I ask the hon. Gentleman to consider not just any particular item in the package but the cumulative weight of all the measures to which I have referred. They amount to over £200 million, and if we add what rural development agencies and charitable bodies have offered, the total is about £220 million, which is not a small sum. I am still seeking detailed evidence on which further selective but well targeted help can be based, and the hon. Gentleman ought to recognise that.
Mr. Harry Barnes (North-East Derbyshire): There are 111 landfill sites in England being used for the disposal of carcases. What action has been taken to ensure that we are following European Union regulations, which say that carcases should make up only 5 per cent. of the content of such sites, with the other 95 per cent. being normal waste? That is particularly important in my constituency at the Erin void, where there is a problem because the site is right next to the communities of Duckmanton and Poolsbrook. We must ensure that not too many carcases are sent to those areas.
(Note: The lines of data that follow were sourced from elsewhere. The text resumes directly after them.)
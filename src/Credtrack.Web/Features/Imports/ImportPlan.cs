using Credtrack.Core.Imports;
using Credtrack.Core.Measures.Standings;
using Credtrack.Core.Plumbing;
using Credtrack.Core.Readings;
using Credtrack.Web.Commands;

namespace Credtrack.Web.Features.Imports;

/// <summary>One row and what happens to it.</summary>
/// <param name="Entry">what is added; null for a row that is here already or left out</param>
public sealed record PlannedRow(int Line, string Source, string Person, string Choice, string Application, DateTime PerformedAt, string What, int Assumed, ImportEntry? Entry);

/// <summary>What a file will do: row by row, or every fault with its line and column. Nothing is saved by it.</summary>
public sealed record ImportPlan(IReadOnlyList<PlannedRow> Rows, IReadOnlyList<CsvFault> Faults, IReadOnlyList<string> Dropped, Mapping Mapping)
{
    public const string IsNew = "is added", IsHere = "is here already", IsOut = "left out, as chosen", IsWrong = "is at fault";

    public IEnumerable<PlannedRow> New => Rows.Where(r => r.Entry is not null);
    public int Here => Rows.Count(r => r.What == IsHere);
    public int Out => Rows.Count(r => r.What == IsOut);

    /// <summary>Cells of the rows to be added that take a default.</summary>
    public int Assumed => New.Sum(r => r.Assumed);
    public IEnumerable<string> NewPeople => New.Where(r => r.Choice == Mapping.New).Select(r => r.Person).Distinct(StringComparer.Ordinal);

    public string? WhyNot => Faults.Count > 0 ? "Nothing is imported while a row is at fault: correct the file and upload it again, or change what it means."
        : New.Any() ? null : "Nothing of this file would be added.";

    public static ImportPlan Of(SentTable table, Mapping mapping, ImportGround ground, Guid? importId)
    {
        var faults = new List<CsvFault>();
        var scans = ScansCsv.Read(table.Text, ground.Zone, faults, mapping.Meaning(table.Separator));
        var wrong = faults.Select(f => f.Line).ToHashSet();
        var rows = scans.Where(s => !wrong.Contains(s.Line)).Select(s => Row(s, mapping, ground, importId, faults)).ToList();
        var named = faults.OrderBy(f => f.Line).Select(f => f with { Column = f.Column is null ? null : mapping.Columns.GetValueOrDefault(f.Column, f.Column) });
        return new(rows, [.. named], [.. table.Header.Except(mapping.Columns.Values)], mapping);
    }

    private static PlannedRow Row(PersonScan row, Mapping mapping, ImportGround ground, Guid? importId, List<CsvFault> faults)
    {
        var (scan, choice) = (row.Scan, mapping.People.GetValueOrDefault(row.Person, ""));
        var planned = new PlannedRow(row.Line, scan.Scan, row.Person, choice, scan.Application, scan.PerformedAt, IsOut, row.Assumed.Count, null);
        if (choice == Mapping.Out) return planned;
        if (ground.Held.TryGetValue(ImportedRow.KeyOf(scan.Scan), out var held) && (held.IsConfirmed || held.ImportId != importId))
        {
            if (!held.IsConfirmed) faults.Add(new(row.Line, "scan", "this row is staged by another import of this programme; take that up again or throw it away first"));
            return planned with { What = IsHere };
        }
        if (ground.Applications.FirstOrDefault(a => a.Code == scan.Application) is not { } application)
        {
            faults.Add(new(row.Line, "application", "expected the code of an application of the catalogue; add it there, or say which one this word means"));
            return planned with { What = IsWrong };
        }
        var entry = new ImportEntry(row.Line, scan.Scan, application, scan.Subtype, Whole(scan.PerformedAt), scan.Encounter, scan.Role, scan.Setting, scan.Indicated, scan.Supervision, scan.Assisted,
            scan.Reading is { } reading ? reading with { At = Whole(reading.At) } : null, scan.Outcome is { } outcome ? outcome with { At = Whole(outcome.At) } : null,
            row.Assumed.Count == 0 ? null : string.Join(", ", row.Assumed));
        var before = faults.Count;
        faults.AddRange(entry.Faults(ground.By.Id, Trainee(row.Person, choice, ground), ground.Now).Append(WhyNotPerson(row.Person, choice, ground, mapping)).Where(f => f.Why.Length > 0).Select(f => new CsvFault(row.Line, f.Column, f.Why)));
        return faults.Count > before ? planned with { What = IsWrong } : planned with { What = IsNew, Entry = entry };
    }

    private static (string Column, string Why) WhyNotPerson(string cell, string choice, ImportGround ground, Mapping mapping) => ("person",
          choice.Length == 0 ? "say who this is"
        : choice == Mapping.New ? TextLine.WhyNot(cell, Person.LongestName) ?? ""
        : ground.Trainees.Any(t => $"{t.Id}" == choice) || mapping.Enrolled.Any(e => $"{e}" == choice) ? ""
        : "expected a trainee of this programme");

    // Somebody of the importer's own name is taken for the importer, so that nobody brings in their own scans as a new person's.
    private static Guid? Trainee(string cell, string choice, ImportGround ground) => choice == Mapping.New && ground.IsImporter(cell) ? ground.By.Id : Guid.TryParse(choice, out var id) ? id : null;

    // In whole milliseconds, which every database keeps.
    private static DateTime Whole(DateTime utc) => utc.AddTicks(-(utc.Ticks % TimeSpan.TicksPerMillisecond));
}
Mr. David Prior (North Norfolk): Does the Minister agree that the foot and mouth virus could still be entering the country in imported meat products? If so, why does he not ban the importation of all meat products from countries that have the disease?
Mr. Meacher: That is one of the issues that the Government will be considering once the number of outbreaks begins steadily to reduce and we can see an end to this episode. The matter has been raised before, and my right hon. Friend the Minister of Agriculture, Fisheries and Food will examine it closely.
Mr. Eric Martlew (Carlisle): May I take my right hon. Friend back to the £15 million given by the taskforce to the RDAs? It is very welcome in Cumbria, but is it the first instalment? Is he convinced that the RDAs have the mechanism for giving out the money? Will he ensure that Cumbria, the worst affected county, is treated generously when the money is distributed?
Mr. Meacher: I am grateful to my hon. Friend for what he said about the package in relation to Cumbria. My discussions with the leader and the chief executive of Cumbria county council lead me to believe that it is welcome, and I am glad to hear my hon. Friend confirm that. We believe that the RDAs are the right bodies to disburse the moneys. They have had considerable success in getting to know all the stakeholders and many of the smaller businesses in their areas. They, better than central Government, can distribute money to make sure that it is maximally effective. If there is further aid, which we are considering, we certainly intend that it should be delivered through them.
Mr. John Burnett (Torridge and West Devon): The Minister will know that my constituency has been dreadfully affected by the foot and mouth crisis. It has had a devastating impact not only on agriculture but on every business, including those in tourism and trekking. Dartmoor, in particular, is unbelievably badly affected and has come to a standstill. I spoke just now to the chief executive of Dartmoor national park. Will the Minister please ensure that the affected area boundaries are re-examined every week and that the reasons for changing or not changing them are published? I cannot emphasise enough that it is crucial to get the countryside open as soon as possible.